Cyera also enjoys a far more favorable competitive landscape. Cybereason was the third horse in a two-horse endpoint security race between CrowdStrike and SentinelOne, while Lacework had to battle both established cloud security startups like Wiz as well as robust incumbents like Palo Alto Networks and CrowdStrike.
Conversely, the longtime data security pure-plays either struggled with more modern approaches or failed to gain escape velocity, other data security startups are either considerably smaller or were acquired as early-stage companies and broader tech or cyber platform providers are pivoting into data security from entirely different disciplines or areas of expertise.
Varonis has been doing data security since 2005, but only has a valuation of $3.85 billion on revenue of $551 million, and in October the firm laid off 5% of its staff after disclosing a sharp drop in renewal rates for its on-premises subscription business. Despite being much smaller with an estimated $100 million in ARR and less than half of Varonis’ headcount, Cyera is now eyeing a valuation more than double that of Varonis (see: Varonis Lays Off 5% of Staff, Stock Plunges as Renewals Drop).
Why Competitive Landscape Made Further Investment a Priority
The other players in Forrester’s data security platform ratings alongside Varonis – which received the top scores of any of the 10 vendors evaluated – were predominantly part of massive tech firms like Google or Microsoft, legacy cyber players such as Forcepoint and Trellix, or conglomerates that bought struggling cyber assets like Broadcom and OpenText. With limited pure-play rivals, Cyera sees an opening.
Since May 2023, seven data security posture management startups have ended up in the hands of broader security or technology vendors, with IBM, Rubrik, Palo Alto Networks, CrowdStrike, Tenable, Netskope and Proofpoint all entering this red-hot market. This wave of consolidation has left Cyera as the largest standalone DSPM firm, and the New York-based firm has cashed in (see: Why Cybersecurity Giants Are Rushing to Acquire DSPM Startups).
Cyera expanded from its heritage in data security posture management into data loss prevention with the $162 million acquisition of Trail Security in October 2024, bringing the company into more direct competition with the likes of Proofpoint, which started in DLP and got into DSPM via M&A. Given that Thoma Bravo paid $12.3 billion for Proofpoint in August 2021, Cyera likely needs more dry powder to compete (see: AI Powers Cyera’s $162M Buy of Data Security Startup Trail).
With Cyera on track to become a full-fledged data security platform, the company also will increasingly encounter data protection players such as Rubrik and Commvault, which grew up in the storage market due to their heritage in backup and disaster recovery but has since shifted their ambitions to cyber.
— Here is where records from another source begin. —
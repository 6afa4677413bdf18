import { queryOptions } from '@tanstack/react-query';

import { RunListSchema, type RunState } from '@tracewright/shared';

import { apiClient } from '../../../lib/api-client';
import { homeKeys } from './home-keys';

/** The first `shown` runs in one state and how many there are in all (shown 1 when only the count is read). */
export const runsInStateQueryOptions = (state: RunState, shown: number) =>
  queryOptions({
    queryKey: homeKeys.runs(state, shown),
    staleTime: 0,
    queryFn: async ({ signal }) => RunListSchema.parse(await apiClient.get('/api/runs', { query: { state, page: 1, pageSize: shown }, signal })),
  });
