import { Link, useSearchParams } from 'react-router';

import { Icon } from '../../../components/icons/icon';
import { buttonClasses } from '../../../components/ui/button-styles';
import { auditSearchFor } from '../utils/audit-search';

type AuditPagerProps = { page: number; pageSize: number; total: number };

export function AuditPager({ page, pageSize, total }: AuditPagerProps) {
  const [params] = useSearchParams();
  const pages = Math.max(1, Math.ceil(total / pageSize));
  const from = total === 0 ? 0 : (page - 1) * pageSize + 1;
  const to = Math.min(total, page * pageSize);
  const step = (target: number, label: string, icon: 'arrowLeft' | 'chevronRight') =>
    target >= 1 && target <= pages ? (
      <Link to={auditSearchFor(params, target)} className={buttonClasses('secondary')}>
        {icon === 'arrowLeft' ? <Icon name={icon} /> : null}
        {label}
        {icon === 'chevronRight' ? <Icon name={icon} /> : null}
      </Link>
    ) : (
      // Kept in place (not removed) so the buttons do not jump around between pages.
      <span aria-disabled="true" className={buttonClasses('secondary', 'md', 'opacity-50')}>
        {label}
      </span>
    );

  return (
    <nav aria-label="Audit pages" className="mt-4 flex flex-wrap items-center justify-between gap-4">
      <p className="tabular" aria-live="polite">
        Events {from}–{to} of {total} · page {Math.min(page, pages)} of {pages}
      </p>
      <div className="flex gap-2">
        {step(page - 1, 'Previous page', 'arrowLeft')}
        {step(page + 1, 'Next page', 'chevronRight')}
      </div>
    </nav>
  );
}
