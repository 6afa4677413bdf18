import { useSuspenseQuery } from '@tanstack/react-query';

import { Icon } from '../../../components/icons/icon';
import { Button } from '../../../components/ui/button';
import { Notice } from '../../../components/ui/notice';
import { PageHeader } from '../../../components/ui/page-header';
import { capturedMailsQueryOptions } from '../api/get-captured-mails';
import { MailItem } from '../components/mail-item';

export function OutgoingMailPage() {
  const { data, refetch, isFetching } = useSuspenseQuery(capturedMailsQueryOptions());

  return (
    <>
      <PageHeader
        title="Outgoing mail"
        description="A development helper: the mails this server sent, caught before they leave, newest first."
        actions={
          data.isCaptureOn ? (
            <Button variant="secondary" onClick={() => void refetch()} isPending={isFetching} pendingLabel="Checking…">
              <Icon name="refresh" />
              Check for new mail
            </Button>
          ) : null
        }
      />
      {!data.isCaptureOn ? (
        <Notice title="Mail capture is off; mails go to the configured SMTP server." />
      ) : data.mails.length === 0 ? (
        <p>No mail has been sent yet. Invite a person or ask for a password reset, then check again.</p>
      ) : (
        <div className="max-w-3xl space-y-4">
          <p role="status" className="text-sm text-graphite-600">
            {data.mails.length} {data.mails.length === 1 ? 'mail' : 'mails'}
          </p>
          {data.mails.map((mail) => (
            <MailItem key={mail.id} mail={mail} />
          ))}
        </div>
      )}
    </>
  );
}
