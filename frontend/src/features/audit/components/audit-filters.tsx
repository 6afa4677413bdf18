import { Form } from 'react-router';

import type { AuditQuery } from '@tracewright/shared';

import { Button } from '../../../components/ui/button';
import { SelectField } from '../../../components/ui/select-field';
import { TextField } from '../../../components/ui/text-field';
import { TextLink } from '../../../components/ui/text-link';
import { PAGE_SIZES } from '../utils/audit-search';

/**
 * A plain GET form: the filters live in the address, so a filtered view can be bookmarked or
 * shared, and applying them starts again at page 1.
 */
export function AuditFilters({ query }: { query: AuditQuery }) {
  return (
    <Form method="get" role="search" aria-label="Filter audit events" className="mb-6 flex flex-wrap items-end gap-4">
      <TextField label="Record type" name="entityType" defaultValue={query.entityType ?? ''} help="For example user or settings." className="w-56" />
      <TextField label="Action" name="action" defaultValue={query.action ?? ''} help="For example user.invited." className="w-56" />
      <SelectField label="Events per page" name="pageSize" defaultValue={String(query.pageSize)} help="Newest first." className="w-40">
        {PAGE_SIZES.map((size) => (
          <option key={size} value={size}>
            {size}
          </option>
        ))}
      </SelectField>
      <div className="flex items-center gap-4 pb-7">
        <Button type="submit">Apply filters</Button>
        <TextLink to="/audit">Clear</TextLink>
      </div>
    </Form>
  );
}
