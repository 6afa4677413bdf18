import type { AuditEvent } from '@tracewright/shared';

import { AuditRow } from './audit-row';

const HEAD = 'sticky top-0 z-10 bg-graphite-100 px-3 py-2 text-left font-bold';
const COLUMNS = ['Time', 'Who', 'Action', 'Record', 'Reason', 'Changes'];

export function AuditTable({ events }: { events: AuditEvent[] }) {
  if (events.length === 0) return <p className="rounded-md border border-graphite-300 bg-white p-4">No events match these filters.</p>;
  return (
    <div className="max-h-[70vh] overflow-auto rounded-md border border-graphite-300 bg-white" tabIndex={0} role="region" aria-label="Audit events table">
      <table className="w-full border-collapse">
        <caption className="sr-only">Audit events, newest first.</caption>
        <thead>
          <tr>
            {COLUMNS.map((c) => (
              <th key={c} scope="col" className={HEAD}>
                {c}
              </th>
            ))}
          </tr>
        </thead>
        <tbody>
          {events.map((event) => (
            <AuditRow key={event.id} event={event} />
          ))}
        </tbody>
      </table>
    </div>
  );
}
This list also includes Veeam, which this month spent $1.725 billion on DSPM and data privacy player Securiti.
As data security and AI security converge, Cyera will also need money to fend off the first generation of AI security startups including HiddenLayer – winner of the RSAC 2023 Innovation Sandbox contest – and Protect AI – now part of Palo Alto Networks – that want to get more into defending data. Subsequent generations of AI security startups are less mature than Cyera, offering them a first-mover advantage.
Raising this much capital with little regard to profitability is unorthodox since investors recalibrated their expectations for cyber startups in 2022, but Cyera finds itself in an unorthodox market with unorthodox opportunities. If Cyera maintains its momentum, the company will likely find itself ringing the opening bell on the NASDAQ or New York Stock Exchange in a couple years’ time.